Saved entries
·····

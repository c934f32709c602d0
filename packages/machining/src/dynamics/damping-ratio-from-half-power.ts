import { requirePositive } from "../internal/require.js";

/**
 * Damping ratio from the half-power (−3 dB) bandwidth of a resonance peak.
 *
 * ζ ≈ (f2 − f1) / (2 · fp)      (Q = 1/(2ζ); f1, f2 where |G| = |G|peak/√2)
 *
 * The approximation is good for light damping (ζ < 0.1); on an exact single-mode receptance with
 * ζ = 0.05 it reads 0.0501–0.0503 depending on whether fn or the peak frequency is used.
 * fitModeFromFrf uses the exact inversion instead.
 *
 * @param input.lowerHz f1 [Hz]
 * @param input.upperHz f2 [Hz], f2 > f1
 * @param input.peakHz fp, peak (or natural) frequency [Hz]
 * @returns ζ [-]
 * @throws RangeError for non-positive frequencies or f2 ≤ f1
 * @source Rao, Mechanical Vibrations, quality factor and bandwidth (from memory); Inman, Engineering Vibration.
 * @example dampingRatioFromHalfPower({ lowerHz: 475, upperHz: 525, peakHz: 500 }) // 0.05
 */
export function dampingRatioFromHalfPower(input: { lowerHz: number; upperHz: number; peakHz: number }): number {
  const { lowerHz, upperHz, peakHz } = input;
  requirePositive("dampingRatioFromHalfPower", "lowerHz", lowerHz);
  requirePositive("dampingRatioFromHalfPower", "upperHz", upperHz);
  requirePositive("dampingRatioFromHalfPower", "peakHz", peakHz);
  if (!(upperHz > lowerHz)) throw new RangeError("dampingRatioFromHalfPower requires upperHz > lowerHz");
  return (upperHz - lowerHz) / (2 * peakHz);
}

·····

## PROBLEM TO SOLVE
Your reply must be the entries above, returned word for word.

## PROBLEM SOLUTION
repository c934f32709c602d0
filename packages/machining/src/dynamics/damping-ratio-from-half-power.ts
import { requirePositive } from "../internal/require.js";

/**
 * Damping ratio from the half-power (−3 dB) bandwidth of a resonance peak.
 *
 * ζ ≈ (f2 − f1) / (2 · fp)      (Q = 1/(2ζ); f1, f2 where |G| = |G|peak/√2)
 *
 * The approximation is good for light damping (ζ < 0.1); on an exact single-mode receptance with
 * ζ = 0.05 it reads 0.0501–0.0503 depending on whether fn or the peak frequency is used.
 * fitModeFromFrf uses the exact inversion instead.
 *
 * @param input.lowerHz f1 [Hz]
 * @param input.upperHz f2 [Hz], f2 > f1
 * @param input.peakHz fp, peak (or natural) frequency [Hz]
 * @returns ζ [-]
 * @throws RangeError for non-positive frequencies or f2 ≤ f1
 * @source Rao, Mechanical Vibrations, quality factor and bandwidth (from memory); Inman, Engineering Vibration.
 * @example dampingRatioFromHalfPower({ lowerHz: 475, upperHz: 525, peakHz: 500 }) // 0.05
 */
export function dampingRatioFromHalfPower(input: { lowerHz: number; upperHz: number; peakHz: number }): number {
  const { lowerHz, upperHz, peakHz } = input;
  requirePositive("dampingRatioFromHalfPower", "lowerHz", lowerHz);
  requirePositive("dampingRatioFromHalfPower", "upperHz", upperHz);
  requirePositive("dampingRatioFromHalfPower", "peakHz", peakHz);
  if (!(upperHz > lowerHz)) throw new RangeError("dampingRatioFromHalfPower requires upperHz > lowerHz");
  return (upperHz - lowerHz) / (2 * peakHz);
}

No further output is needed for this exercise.